– Плох я стал, Ефим. Не могу ходить по лестницам…
Но вот он опять дома.
Он сидит на диване, отдыхает после обеда. К дочери пришли друзья, она собирается идти с ними в кинематограф.
Он задумался. Взгляд остановился на чем-то, чего он не видит. Он весь занят своей мыслью. Забыв об окружающих, произносит:
– Жить скучно, а умирать страшно.
Все замолкают. Он смущен. Недоволен собой. Хмурится. Из передней доносится звонок: кто-то еще пришел.
Серов резко поднимается, просит принести ему шубу и шапку и уходит через черный ход.
Два часа он провел в тот вечер у Трояновского. Что его потянуло туда? Может быть, то, что Трояновский – врач.
В десятом часу поехал к Остроухову. Приятно было находиться в этой квартире-музее, приятно было сознавать, что хозяин, отличающийся таким тонким вкусом, собрал столько его вещей.
У Остроухова, как всегда, – приобретения, как всегда, исключительные по интересу, редкие по удаче. Он открыл папку с рисунками, показал новые, действительно интересные.
Когда Серов пришел, у Остроухова сидел Черногубов – хранитель Третьяковской галереи, – говорил с ним о делах. Разговор окончили втроем. Черногубов откланялся, ушел.
Вошла жена Остроухова, спросила о здоровье. Серов рассказал, что был у доктора Плетнева, со вздохом пожаловался, что придется выполнять режим. Надежда Петровна осведомилась о здоровье Ольги Федоровны, о детях. Вспомнив о детях, Серов помрачнел: что с ними будет, когда он умрет… Остроухова перевела на другую тему, стала говорить о музыке: об операх Вагнера, о дирижере Никише, о постановке «Снегурочки»; Остроухов опять достал папку – никак не мог насмотреться на свои новые приобретения.
Серов развеселился наконец, много говорил, острил, смеялся. Хозяева были рады, что его хоть ненадолго оставила мысль о смерти. В первом часу ночи он возвращался домой.
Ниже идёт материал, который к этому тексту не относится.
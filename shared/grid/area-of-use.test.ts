import { describe, expect, it } from "vitest";
import { describeArea, firstVertexOutside } from "./area-of-use";

// EPSG:2237 (NAD83 / Florida West, ftUS): area of use 26.27–29.6°N, 83.34–81.13°W (published: EPSG registry).
const FLORIDA_WEST = { south: 26.27, north: 29.6, west: -83.34, east: -81.13 };
const square = (lon: number, lat: number) => [[[lon, lat], [lon + 0.01, lat], [lon + 0.01, lat + 0.01], [lon, lat + 0.01], [lon, lat]]];

describe("a work limit in its CRS's area of use", () => {
  it("accepts a limit inside the area, or within the margin past its edge", () => {
    expect(firstVertexOutside([square(-82.175, 28.955)], FLORIDA_WEST)).toBeNull();
    expect(firstVertexOutside([square(-81.0, 28.0)], FLORIDA_WEST)).toBeNull();
  });

  it("names the first vertex beyond the margin: polygon, ring and vertex, counted from 1", () => {
    // Central Texas read as Florida West: far west of the area.
    expect(firstVertexOutside([square(-82.175, 28.955), square(-97.7, 30.3)], FLORIDA_WEST)).toEqual({ polygon: 2, ring: 1, vertex: 1, lon: -97.7, lat: 30.3 });
    // The second vertex lies just past the 0.5° margin (east edge −81.13 + 0.5 = −80.63).
    expect(firstVertexOutside([[[[-81.0, 28.0], [-80.6, 28.0], [-80.6, 28.1], [-81.0, 28.0]]]], FLORIDA_WEST)).toMatchObject({ vertex: 2 });
  });

  it("does not check an unknown area or one across the antimeridian (negative control)", () => {
    expect(firstVertexOutside([square(10, 10)], null)).toBeNull();
    expect(firstVertexOutside([square(10, 10)], { south: -50, north: -30, west: 160, east: -170 })).toBeNull();
  });

  it("words the area", () => {
    expect(describeArea(FLORIDA_WEST)).toBe("26.27°N to 29.60°N, 83.34°W to 81.13°W");
  });
});
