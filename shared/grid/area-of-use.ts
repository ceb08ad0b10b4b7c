import type { LonLatBounds } from "../soundings/row-checks";

/**
 * How far (degrees) a work limit may reach past its CRS's published area of use: a site on a
 * zone's edge is often surveyed in the neighbouring zone (practice), but 0.5° (about 55 km of
 * latitude) beyond it means the wrong CRS or coordinates read in the wrong one.
 */
export const AREA_OF_USE_MARGIN_DEGREES = 0.5;

export interface VertexOutside {
  /** 1-based, as the work limit's other problems name them. */
  polygon: number;
  ring: number;
  vertex: number;
  lon: number;
  lat: number;
}

/**
 * The first vertex of `polygons` (lon/lat) lying more than `margin` degrees outside `area`, or
 * null when all are inside, or when the area is unknown or crosses the antimeridian (no check).
 */
export function firstVertexOutside(polygons: ReadonlyArray<ReadonlyArray<ReadonlyArray<readonly number[]>>>, area: LonLatBounds | null, margin = AREA_OF_USE_MARGIN_DEGREES): VertexOutside | null {
  if (!area || !(area.west < area.east) || !(area.south < area.north)) return null;
  for (const [polygonIndex, rings] of polygons.entries()) {
    for (const [ringIndex, ring] of rings.entries()) {
      for (const [vertexIndex, [lon, lat]] of ring.entries()) {
        if (lon < area.west - margin || lon > area.east + margin || lat < area.south - margin || lat > area.north + margin) {
          return { polygon: polygonIndex + 1, ring: ringIndex + 1, vertex: vertexIndex + 1, lon, lat };
        }
      }
    }
  }
  return null;
}

/** The area of use in words, e.g. "26.27°N to 29.60°N, 83.34°W to 81.13°W". */
export function describeArea(area: LonLatBounds): string {
  const lat = (value: number) => `${Math.abs(value).toFixed(2)}°${value >= 0 ? "N" : "S"}`;
  const lon = (value: number) => `${Math.abs(value).toFixed(2)}°${value >= 0 ? "E" : "W"}`;
  return `${lat(area.south)} to ${lat(area.north)}, ${lon(area.west)} to ${lon(area.east)}`;
}
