function ThinIntervalHatch() {
  return (
    <defs>
      <pattern id="thin-interval-hatch" width={6} height={6} patternUnits="userSpaceOnUse" patternTransform="rotate(45)">
        <rect width={6} height={6} fill="#e3eef0" />
        <line x1={0} y1={0} x2={0} y2={6} stroke="#14606e" strokeWidth={1.5} strokeOpacity={0.5} />
      </pattern>
    </defs>
  );
}

function barPaint(interval: ProductionInterval) {
  return interval.thin ? { fill: "url(#thin-interval-hatch)", stroke: "#14606e", strokeDasharray: "3 2" } : { fill: "#14606e" };
}

function ProductionColumnsSvg({ intervals, unit, width, tagged = true }: { intervals: ProductionInterval[]; unit: string; width: number; tagged?: boolean }) {
  const line = CHART_FONT_PX + 2;
  const margin = { top: 28, right: 12, bottom: 4 * line + 8, left: 56 };
  const height = clamp(Math.round(width * 0.55), 240, 320);
  const frame: Frame = { width, height, margin };
  const rates = intervals.map((interval) => interval.volumePerWorkingDay ?? 0);
  const ticks = niceTicks(Math.max(0, ...rates));
  const bottom = height - margin.bottom;
  const y = linearScale([0, ticks[ticks.length - 1]], [bottom, margin.top]);
  const slot = (width - margin.left - margin.right) / intervals.length;
  return (
    <svg width={width} height={height} viewBox={`0 0 ${width} ${height}`} role="img" aria-labelledby="production-title" className="block" data-testid={tagged ? "production-chart" : undefined} data-layout="columns">
      <title id="production-title">{productionTitle(unit)}</title>
      <ThinIntervalHatch />
      <ValueAxis frame={frame} ticks={ticks} y={y} unit={`${unit}/day`} />
      {intervals.map((interval, index) => {
        const rate = Math.max(0, interval.volumePerWorkingDay ?? 0);
        const left = margin.left + index * slot + slot * 0.15;
        const centre = left + slot * 0.35;
        return (
          <g key={interval.toDate} data-thin={interval.thin ? "" : undefined}>
            <rect x={left} width={slot * 0.7} y={y(rate)} height={y(0) - y(rate)} {...barPaint(interval)}>
              <title>{productionTooltip(interval, unit)}</title>
            </rect>
            <text className="figures" x={centre} y={y(rate) - 4} textAnchor="middle" fontSize={CHART_FONT_PX} fill={interval.thin ? "#5b6870" : "#1d2528"}>
              {productionValueText(interval)}
            </text>
            <g className="figures" fontSize={CHART_FONT_PX} fill="#5b6870" textAnchor="middle">
              <text x={centre} y={bottom + line}>{`${interval.fromDate.slice(5)}→`}</text>
              <text x={centre} y={bottom + 2 * line}>{interval.toDate.slice(5)}</text>
              <text x={centre} y={bottom + 3 * line}>{`${Number(interval.workingDays.toFixed(1))} d`}</text>
              <text x={centre} y={bottom + 4 * line}>{interval.basis === "days-logged" ? "logged" : "weekdays"}</text>
            </g>
          </g>
        );
      })}
    </svg>
  );
}
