import { describe, expect, it } from "vitest";
import { searchCrs, type CrsEntry } from "./search";

// Names and codes as the EPSG registry publishes them (published: epsg.org), a few of each kind.
const ENTRIES: CrsEntry[] = [
  { code: 2236, name: "NAD83 / Florida East (ftUS)", unit: "US survey foot", area: "United States (USA) - Florida - counties of Brevard; Broward." },
  { code: 2237, name: "NAD83 / Florida West (ftUS)", unit: "US survey foot", area: "United States (USA) - Florida - counties of Charlotte; Citrus." },
  { code: 2238, name: "NAD83 / Florida North (ftUS)", unit: "US survey foot", area: "United States (USA) - Florida - counties of Alachua; Baker." },
  { code: 3511, name: "NAD83(NSRS2007) / Florida East", unit: "metre", area: "United States (USA) - Florida - counties of Brevard; Broward." },
  { code: 26917, name: "NAD83 / UTM zone 17N", unit: "metre", area: "North America - between 84°W and 78°W - onshore and offshore." },
  { code: 32617, name: "WGS 84 / UTM zone 17N", unit: "metre", area: "Between 84°W and 78°W, northern hemisphere between equator and 84°N." },
  { code: 22, name: "Imaginary short code", unit: "metre", area: "" },
];

describe("searching the EPSG list", () => {
  it("finds a CRS by its code, with or without the EPSG: prefix, the exact code first (published codes)", () => {
    expect(searchCrs(ENTRIES, "2237").map((match) => match.code)).toEqual([2237]);
    expect(searchCrs(ENTRIES, "EPSG:2237")[0]).toMatchObject({ code: 2237, matchedBy: "code" });
    // Codes beginning with the digits, shortest first (computed from the list above).
    expect(searchCrs(ENTRIES, "epsg 22").map((match) => match.code)).toEqual([22, 2236, 2237, 2238]);
  });

  it("finds a CRS by words of its name in any case, those in the query's order first", () => {
    // Both hold the words in order; the shorter name first (computed).
    expect(searchCrs(ENTRIES, "Florida East").map((match) => match.code)).toEqual([2236, 3511]);
    expect(searchCrs(ENTRIES, "east florida").map((match) => match.code).sort()).toEqual([2236, 3511]);
    expect(searchCrs(ENTRIES, "utm 17n").map((match) => match.code)).toEqual([26917, 32617]);
    expect(searchCrs(ENTRIES, "flor w")[0].code).toBe(2237);
  });

  it("falls back to the area of use, ranked after names", () => {
    expect(searchCrs(ENTRIES, "Brevard").map((match) => [match.code, match.matchedBy])).toEqual([[2236, "area"], [3511, "area"]]);
    // A name match outranks an area match.
    expect(searchCrs(ENTRIES, "florida").every((match) => match.matchedBy === "name")).toBe(true);
  });

  it("finds nothing for a blank query or words that begin no word (negative control)", () => {
    expect(searchCrs(ENTRIES, "   ")).toEqual([]);
    expect(searchCrs(ENTRIES, "Florida Middle")).toEqual([]);
    expect(searchCrs(ENTRIES, "99999")).toEqual([]);
  });

  it("returns at most the limit", () => {
    expect(searchCrs(ENTRIES, "nad83", 2)).toHaveLength(2);
  });
});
Сонный ванька изредка подхлестывал лошаденку. А Серов думал.
О чем он думал в ту ночь? О завтрашнем сеансе у Щербатовых? Или о том, что через три-четыре дня должен прийти Грабарь, принести последние главы монографии? Талантливый он человек, Грабарь: и писатель и художник. Интересно, что он там написал о последних его работах? Ведь их столько, столько… Одних портретов, сейчас даже припомнить трудно, сколько их за последнее время написано. И все разные. Качалов, Станиславский, Москвин, Карсавина – это одно, потом Павлова – это уже немножко не то, Грузенберги, Гиршман – это старое, впрочем, в Гиршмане есть и новое. А Олив, а Орлова – все они не похожи друг на друга. Рубинштейн – это уж совсем особое. Морозов, Ливен, Муромцев, Балина – всех не перечтешь. А теперь на очереди Генриетта Гиршман, Ламанова, Стахович, Щербатова. И опять все разные. Это только портреты. А остальные работы? Петр. Греция. Басни. Наконец-то первые двенадцать увидят свет. Уже есть договор с Кнебелем.